Haven't seen any reviews online and would like to know more.. Thanks


----------



## aboynamedsuita (Dec 23, 2015)

There are a number of members who use/own, I believe supersayan3 like them a lot


----------



## ynot1985 (Dec 23, 2015)

It caught attention cause it's so cheap for a carbon honyaki ...sometimes I wonder if it's not a knife that is raved on here by many people, does that mean it's bad?


----------



## inzite (Dec 23, 2015)

i dont have the gyuto but have the honyaki santoku. I think hiromoto in general are not focused on the fit and finish, so as long as that is not a top requirement I believe they are solid. Loving my santoku so far.


----------



## ynot1985 (Dec 23, 2015)

As long as performance is good and cuts well.. Which is define as fit?


----------



## inzite (Dec 23, 2015)

ynot1985 said:


> As long as performance is good and cuts well.. Which is define as fit?



perhaps. mine cuts well and easy to sharpen and holds edge good enough for me.


----------



## aboynamedsuita (Dec 23, 2015)

ynot1985 said:


> As long as performance is good and cuts well.. Which is define as fit?

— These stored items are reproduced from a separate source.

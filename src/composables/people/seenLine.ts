/** A device with its times in words. */
export interface SeenLine {
  id: string
  name: string
  first: string
  last: string
  /** Stands in place of the deed; empty where that may be done. */
  note: string
  /** Which one the deed is about, for readers by ear. */
  about: string
}
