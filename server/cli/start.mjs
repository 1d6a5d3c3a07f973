import { assertNodeVersion } from './lib/nodeVersion.mjs'

assertNodeVersion()
const { runMain } = await import('./lib/runMain.mjs')
const { startAll } = await import('./lib/startAll.mjs')

await runMain((lifecycle) => startAll({ lifecycle }), { interruptCode: 0 })
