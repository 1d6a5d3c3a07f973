import type { Boundary, Position, Ring } from './geometryTypes.ts'

/** The polygons of a boundary, each its outer ring and its holes. */
export function boundaryParts(geometry: Boundary): Ring[][] {
  return geometry.type === 'Polygon' ? [geometry.coordinates] : geometry.coordinates
}

/** A corner of a boundary, [lon, lat]; undefined where it has none. */
export function firstCorner(geometry: Boundary): Position | undefined {
  return boundaryParts(geometry)[0]?.[0]?.[0]
}
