import { RADIANS_PER_DEGREE } from './ellipsoid.ts'
import type { Position } from './geometryTypes.ts'

type Vector = readonly [number, number, number]

/** The great circle between two positions, ready to be walked along. */
export interface GreatCircle {
  /** Radians from end to end. */
  angle: number
  /** The position at a fraction of the way, 0 to 1; longitudes count on from the first end's. */
  at: (fraction: number) => Position
}

/** The great circle from one position to another: the way an edge is measured and drawn. */
export function greatCircle(from: Position, to: Position): GreatCircle {
  const a = toVector(0, from[1])
  const b = toVector(to[0] - from[0], to[1])
  const angle = angleBetween(a, b)
  const sinAngle = Math.sin(angle)
  return {
    angle,
    at: (fraction) => {
      if (angle === 0) return [from[0], from[1]]
      const wa = Math.sin((1 - fraction) * angle) / sinAngle
      const wb = Math.sin(fraction * angle) / sinAngle
      const x = wa * a[0] + wb * b[0]
      const y = wa * a[1] + wb * b[1]
      const z = wa * a[2] + wb * b[2]
      return [from[0] + Math.atan2(y, x) / RADIANS_PER_DEGREE, Math.atan2(z, Math.hypot(x, y)) / RADIANS_PER_DEGREE]
    },
  }
}

function toVector(lon: number, lat: number): Vector {
  const cosLat = Math.cos(lat * RADIANS_PER_DEGREE)
  return [cosLat * Math.cos(lon * RADIANS_PER_DEGREE), cosLat * Math.sin(lon * RADIANS_PER_DEGREE), Math.sin(lat * RADIANS_PER_DEGREE)]
}

function angleBetween(a: Vector, b: Vector): number {
  const cross = Math.hypot(a[1] * b[2] - a[2] * b[1], a[2] * b[0] - a[0] * b[2], a[0] * b[1] - a[1] * b[0])
  return Math.atan2(cross, a[0] * b[0] + a[1] * b[1] + a[2] * b[2])
}
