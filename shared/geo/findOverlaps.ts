import { bbox, feature, featureCollection, intersect } from '@turf/turf'
import { areTooFine } from './edgeMeetings.ts'
import type { Boundary, Position, Ring } from './geometryTypes.ts'
import { measurePolygon } from './measurePolygon.ts'

export interface NamedBoundary { id: string; code: string; geometry: Boundary }

export interface Overlap {
  id: string
  code: string
  /** Shared ground, square metres. */
  areaM2: number
  /** Shared ground over the smaller of the two, 0 to 1; over 0.05 is worth a question. */
  share: number
}

/** Shared ground below this is the sliver of a common edge. */
const SLIVER_M2 = 1

/**
 * Ground that two valid boundaries share, square metres on the ellipsoid; 0 where they only touch or are too fine to clip.
 */
export function overlapShare(a: Boundary, b: Boundary): number {
  if (!doBoxesMeet(a, b) || areTooFine(a, b)) return 0
  const shared = intersect(featureCollection([feature(a), feature(b)]))
  return shared === null ? 0 : measurePolygon(toBoundary(shared.geometry)).areaM2
}

/** The boundaries whose ground shared with one cannot be worked out in good time; see `areTooFine`. */
export function findTooFine(geometry: Boundary, others: readonly NamedBoundary[]): NamedBoundary[] {
  return others.filter((other) => doBoxesMeet(geometry, other.geometry) && areTooFine(geometry, other.geometry))
}

/** The boundaries that share more than 1 m² with one, largest shared ground first; those of `findTooFine` are left out. */
export function findOverlaps(geometry: Boundary, others: readonly NamedBoundary[]): Overlap[] {
  const ownM2 = measurePolygon(geometry).areaM2
  return others
    .map((other) => ({ other, areaM2: overlapShare(geometry, other.geometry) }))
    .filter(({ areaM2 }) => areaM2 > SLIVER_M2)
    .map(({ other, areaM2 }) => {
      const smallerM2 = Math.min(ownM2, measurePolygon(other.geometry).areaM2)
      return { id: other.id, code: other.code, areaM2, share: Math.min(1, areaM2 / smallerM2) }
    })
    .sort((a, b) => b.areaM2 - a.areaM2 || (a.id < b.id ? -1 : 1))
}

function doBoxesMeet(a: Boundary, b: Boundary): boolean {
  const [westA, southA, eastA, northA] = bbox(a)
  const [westB, southB, eastB, northB] = bbox(b)
  return westA <= eastB && westB <= eastA && southA <= northB && southB <= northA
}

function toBoundary(shape: { type: 'Polygon'; coordinates: number[][][] } | { type: 'MultiPolygon'; coordinates: number[][][][] }): Boundary {
  const toRing = (ring: number[][]): Ring => ring.map(([lon = 0, lat = 0]): Position => [lon, lat])
  return shape.type === 'Polygon'
    ? { type: 'Polygon', coordinates: shape.coordinates.map(toRing) }
    : { type: 'MultiPolygon', coordinates: shape.coordinates.map((rings) => rings.map(toRing)) }
}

Fit and finish (F&F) could describe things including but not limited to handle scales/tang being flush with no gaps, roughness of choil, errant grind marks; overall aesthetics that aren't necessarily related to performance. My Sukenari honyaki Gyuto has a higher OOTB F&F than my Watanabe honyaki gyuto, but significantly improved the Watanabe by removing the grind marks on the emoto & choil, polished it up nicely


----------



## spoiledbroth (Dec 23, 2015)

there are a number of glowing comments around about the bolsterless knife. supposed to be good value for money.


----------



## ynot1985 (Dec 23, 2015)

Yeah the bolster less ones are 160 cheaper at the moment ..


----------



## spoiledbroth (Dec 23, 2015)

Koki has a good return policy too, for what it's worth.


----------



## ynot1985 (Dec 24, 2015)

tjangula said:


> Fit and finish (F&F) could describe things including but not limited to handle scales/tang being flush with no gaps, roughness of choil, errant grind marks; overall aesthetics that aren't necessarily related to performance. My Sukenari honyaki Gyuto has a higher OOTB F&F than my Watanabe honyaki gyuto, but significantly improved the Watanabe by removing the grind marks on the emoto & choil, polished it up nicely



Actually tjangula, what's your impression of the Sukenari Honyaki?


----------



## aboynamedsuita (Dec 25, 2015)

ynot1985 said:


> Actually tjangula, what's your impression of the Sukenari Honyaki?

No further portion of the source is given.